What the exercise asks: Only the lines of the data holding the string "fitting" need to be returned.

Record extracts:
+--
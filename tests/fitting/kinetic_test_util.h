// Small builders the kinetic-fit tests share.
#pragma once

#include "fitting/kinetic_models.h"

namespace ratewell::testing {

// One observation (replicates are separate points).
inline KineticObservation Point(double substrate_uM, double inhibitor_uM, double rate) {
  KineticObservation p;
  p.substrate_uM = substrate_uM;
  p.inhibitor_uM = inhibitor_uM;
  p.rate = rate;
  return p;
}

}  // namespace ratewell::testing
+--
Finished exercise:
filename tests/fitting/kinetic_test_util.h
#include "fitting/kinetic_models.h"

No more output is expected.